SOURCE INFORMATION:

┌──

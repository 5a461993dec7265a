r"""Average-reward TD learners for continuing tasks: differential Q-learning, SARSA and TD.

A continuing task never ends, and these learners optimise (or estimate) its
long-run average reward :math:`\rho` instead of a discounted return. Each
keeps an estimate :math:`\bar R` (attribute ``average_reward``) and learns
*differential* values with the TD error

.. math:: \delta_t = R_{t+1} - \bar R_t + \hat v(S_{t+1}) - \hat q(S_t, A_t),

where :math:`\hat v(S_{t+1})` is :math:`\max_a Q(S_{t+1}, a)` (differential
Q-learning), :math:`Q(S_{t+1}, A_{t+1})` (differential SARSA) or
:math:`V(S_{t+1})` (differential TD). Both estimates move with it
(Wan, Naik & Sutton 2021):

.. math:: Q(S_t, A_t) \leftarrow Q(S_t, A_t) + \alpha\,\delta_t, \qquad
          \bar R \leftarrow \bar R + \eta\,\alpha\,\delta_t,

``step_size`` being :math:`\alpha` and ``reward_step_size`` the ratio
:math:`\eta`. The table update is the shared TD step of
:class:`~tdkit.agent.TabularAgent` with target :math:`R_{t+1} - \bar R +
\hat v(S_{t+1})`; the average moves by :math:`\eta` times the change that step
made, so the rule is written once. There is no discount: the learners take no
``gamma`` (:meth:`for_env` does not read the env's) and their values are
defined up to one additive constant.

``terminated`` and ``truncated`` in a continuing task
-----------------------------------------------------
* ``truncated`` (a time limit: the task goes on, the simulation was cut):
  the target bootstraps from ``next_obs`` as usual; the next episode is a new
  piece of experience, not linked to this one.
* ``terminated``: the task *restarts*. A terminal state takes no time step;
  the next state is the start state of the next episode. So the update of a
  terminating transition waits for the first transition of the next episode
  and then bootstraps from its start state :math:`S_0` (``max_a Q(S_0, a)``
  over the actions ``act`` was allowed there, ``Q(S_0, A_0)`` with the action
  really taken, or ``V(S_0)``). It is applied when that first transition is
  learned, just before that transition's own update, and its TD error comes
  first in the tuple :meth:`update` returns. Until then it is held in the
  learner (and saved with it): this is the one thing that crosses from one
  episode to the next, because in a continuing task the restart is part of
  the dynamics. This is the reading
  :func:`tdkit.dp_average.relative_value_iteration` uses for terminal states,
  so learned and exact gains agree.
* :meth:`end_episode` (an episode cut without flags) is settled as a time
  limit, which for these one-step learners means nothing is left to do.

└──

TASK INSTRUCTIONS: Each line from the one containing "uses for terminal" down to the last line of the material above is to be transcribed exactly, with nothing else included.

ANSWER SECTION:
  :func:`tdkit.dp_average.relative_value_iteration` uses for terminal states,
  so learned and exact gains agree.
* :meth:`end_episode` (an episode cut without flags) is settled as a time
  limit, which for these one-step learners means nothing is left to do.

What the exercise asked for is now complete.